I completely understand this... my stbx used to yell at me for buying tampons. But there was also some emotional/physical stuff going on... what your hubby is doing is controlling you through money.


----------



## bluesunset (Aug 31, 2013)

PBear said:


> So have you asked him why he treats you like this? Does he control you in other ways?
> 
> C
> [size]_Posted via Mobile Device_[/size]


Yes i guess he does. he wont let me drive his truck,{i have a van but it is in the shop, he has no intention of having it fixed, says God doesnt want us to have two autos. My mom is paying to have it fixed. she has also paid to have my washing machine repaired ,our septic tank cleaned and bought me a new dishwasher. while shaming him into fixing my dryer. His mom bought him the truck . he doesnt want me to work outside the home. I have talked to him about it but he denys he's doing anything ,tells me how much better i am at managing money and will let me do it but come the check day he forgets


----------



## Cosmos (May 4, 2012)

Your H sounds controlling and, unless there's a shortage of money (you mention him coming home "broke"), it is demeaning for him to keep you so short of cash that you have to ask your mother for help.

I would have a very serious talk with him, and he either opens a joint bank account or you reassess the way in which you son is being educated with a view to you finding employment.


----------



## chillymorn (Aug 11, 2010)

move back with mom and consider a divorce.

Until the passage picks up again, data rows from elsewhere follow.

/// Checks that the parts belong together; returns them ordered by `K`.
pub fn check_parts(parts: Vec<(PathBuf, PartFile)>) -> Result<Vec<(PathBuf, PartFile)>, BatchError> {
    let Some((p0, f0)) = parts.first() else {
        return Err(refuse("no parts given".into()));
    };
    let (p0, f0) = (p0.clone(), f0.clone());
    let show = |p: &Path| p.display().to_string();
    for (p, f) in &parts {
        if f.format != FORMAT_VERSION || f.tool != f0.tool || f.version != f0.version {
            return Err(refuse(format!(
                "part {} was written by {} {} (part format {}), part {} by {} {} (format {}): merge only parts of one tool version",
                show(&p0), f0.tool, f0.version, f0.format, show(p), f.tool, f.version, f.format
            )));
        }
        if f.shard.n != f0.shard.n {
            return Err(refuse(format!(
                "part {} is shard {} but part {} is shard {}: parts of different splits",
                show(&p0),
                f0.shard,
                show(p),
                f.shard
            )));
        }
        if f.batch != f0.batch || f.options != f0.options || f.strict != f0.strict {
            return Err(refuse(format!(
                "parts {} and {} were run with different options (batch, --only, --strict or --replicates-csv)",
                show(&p0),
                show(p)
            )));
        }
        let names = |f: &PartFile| f.studies.iter().map(|s| s.given.clone()).collect::<Vec<_>>();
        if names(f) != names(&f0) {
            return Err(refuse(format!(
                "part {} audits studies [{}] but part {} audits [{}]: parts of different runs",
                show(&p0),
                names(&f0).join(", "),
                show(p),
                names(f).join(", ")
            )));
        }
        for (a, b) in f0.studies.iter().zip(&f.studies) {
            if a.study_sha256 != b.study_sha256 || a.data_sha256 != b.data_sha256 {
                return Err(refuse(format!(
                    "study {}: part {} and part {} hold different study or data files (SHA-256 {} / {} against {} / {}): parts of different studies",
                    a.given,
                    show(&p0),
                    show(p),
                    a.study_sha256.as_deref().unwrap_or("none"),
                    a.data_sha256.as_deref().unwrap_or("none"),
                    b.study_sha256.as_deref().unwrap_or("none"),
                    b.data_sha256.as_deref().unwrap_or("none"),
                )));
            }
            match (&a.settings, &b.settings) {
                (Some(x), Some(y)) if x.seed != y.seed => {
                    return Err(refuse(format!(
                        "study {}: part {} was run with seed {}, part {} with seed {}: parts of different runs",
                        a.given,
                        show(&p0),
                        x.seed,
                        show(p),
                        y.seed
                    )));
                }
                (x, y) if x != y => {
                    return Err(refuse(format!(
                        "study {}: parts {} and {} were run with different settings: parts of different runs",
                        a.given,
                        show(&p0),
                        show(p)
                    )));
                }
                _ => {}
            }
        }
    }
    let n = f0.shard.n;
    let mut by_k: Vec<Vec<PathBuf>> = vec![Vec::new(); n];
    for (p, f) in &parts {
        by_k[f.shard.k - 1].push(p.clone());
    }
    for (i, held) in by_k.iter().enumerate() {
        if held.len() > 1 {
            let list: Vec<String> = held.iter().map(|p| show(p)).collect();
            return Err(refuse(format!(
                "shard {}/{n} given {} times: {}",
                i + 1,
                held.len(),
                list.join(", ")
            )));
        }
    }
    let missing: Vec<String> = by_k
        .iter()
        .enumerate()
        .filter(|(_, h)| h.is_empty())
        .map(|(i, _)| format!("{}/{n}", i + 1))
        .collect();
    if !missing.is_empty() {
        let given: Vec<String> = parts
            .iter()
            .map(|(p, f)| format!("{} ({})", f.shard, show(p)))
            .collect();
        return Err(refuse(format!(
            "shard{} {} missing; given: {}",
            if missing.len() > 1 { "s" } else { "" },
            missing.join(", "),
            given.join(", ")
        )));
    }
    let mut parts = parts;
    parts.sort_by_key(|(_, f)| f.shard.k);
    Ok(parts)
}

/// The study of a merge, reloaded and checked against the part's hashes,
/// with the part's settings in force.
fn reload(sp: &StudyPart) -> Result<Study, BatchError> {
    let mut s = study::load(&sp.path)?;
    if file_sha256(&sp.path) != sp.study_sha256 || s.data_sha256 != sp.data_sha256 {
        return Err(refuse(format!(
            "study {}: the study or data file changed since the shards ran (SHA-256 differs); run the shards again",
            sp.path.display()
        )));
    }
    if let Some(settings) = &sp.settings {
        s.audit = settings.clone();
    }
    // The merge reads the study from its absolute path; the record names
    // the data files as the shard resolved them (their contents are the
    // same: the digests matched).
    if sp.group_files.len() == s.dataset.groups.len() {
        for (g, f) in s.dataset.groups.iter_mut().zip(&sp.group_files) {
            g.file = f.clone();
        }
    }
    Ok(s)
}
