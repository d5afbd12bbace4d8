package maps

import (
	"context"
	"slices"
	"testing"

	"kerrscope/colormap"
	"kerrscope/render/pixels"
	"kerrscope/scene"
)

// The table of maps and the scene's list of map names are the same list.
func TestTableMatchesSceneNames(t *testing.T) {
	if got := Names(); !slices.Equal(got, scene.MapNames) {
		t.Fatalf("maps table %v, scene.MapNames %v", got, scene.MapNames)
	}
	if _, err := Lookup("no-such-map"); err == nil {
		t.Error("Lookup of an unknown name succeeded")
	}
}

func sameColor(a, b interface{ RGBA() (r, g, b, a uint32) }) bool {
	r1, g1, b1, a1 := a.RGBA()
	r2, g2, b2, a2 := b.RGBA()
	return r1 == r2 && g1 == g2 && b1 == b2 && a1 == a2
}

// Bookkeeping: the palette images show what the pixel-exact images show:
// the same reserved colours exactly, the same categorical colours
// exactly, and continuous colours up to the palette's 254 levels.
func TestIndexedMatchesBare(t *testing.T) {
	s := scene.Default()
	s.Screen.Width, s.Screen.Height, s.Screen.FieldOfView = 48, 40, 40
	s.Observer.InclinationDeg = 75
	s.Output.Maps = scene.MapNames
	r, err := s.Resolve()
	if err != nil {
		t.Fatal(err)
	}
	f, err := pixels.RenderScene(context.Background(), r, nil)
	if err != nil {
		t.Fatal(err)
	}
	sc := AutoScales(f)
	sc.FluxMax = 1
	for _, name := range scene.MapNames {
		m, err := Lookup(name)
		if err != nil {
			t.Fatal(err)
		}
		bare := m.Image(f, sc)
		idx := m.Indexed(f, sc)
		continuous := name == "redshift" || name == "intensity" || name == "radius" || name == "delay"
		seen := map[uint8]bool{}
		for k := 0; k < f.W*f.H; k++ {
			x, y := k%f.W, k/f.W
			i := idx.ColorIndexAt(x, y)
			seen[i] = true
			want, got := bare.RGBAAt(x, y), idx.Palette[i]
			reserved := i == colormap.NoHitIndex || i == colormap.ShadowIndex
			if !continuous || reserved {
				if !sameColor(want, got) {
					t.Fatalf("%s pixel %d: palette colour %v (index %d), bare %v", name, k, got, i, want)
				}
				continue
			}
			if want == colormap.NoHit || want == colormap.Shadow {
				t.Fatalf("%s pixel %d: bare is reserved %v, palette index %d", name, k, want, i)
			}
			r1, g1, b1, _ := got.RGBA()
			d := max(absDiff(r1>>8, uint32(want.R)), absDiff(g1>>8, uint32(want.G)), absDiff(b1>>8, uint32(want.B)))
			if d > 10 {
				t.Fatalf("%s pixel %d: palette colour %v, bare %v", name, k, got, want)
			}
		}
		if len(seen) < 3 {
			t.Errorf("%s: only %d palette entries used", name, len(seen))
		}
	}
}

func absDiff(a, b uint32) uint32 {
	if a > b {
		return a - b
	}
	return b - a
}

do you want to spend the rest of your life with someone who treats you like this?

poor area maybe its time to think about how you could support yourself. online training. then move to where the jobs are.


----------



## EleGirl (Dec 3, 2011)

How old is your son?


----------



## EleGirl (Dec 3, 2011)

It sounds like you do not know how much your husband makes. Why not?

How happy are you in this marriage?


----------



## Anon Pink (Jan 17, 2013)

Yikes! No wonder all the resentment in your other thread! It just wasn't making sense but now it sure does!

I apologize for being so flip with you in that thread. 

Can I ask what your sons issues are that prevent him from being in school? Was homeschooling your idea or a joint idea? have your sons a always been homeschooled?

You say your husband mentions that "God doesn't want your family to have two autos." Have you two always been fundamentalist or is this kind of talk something new?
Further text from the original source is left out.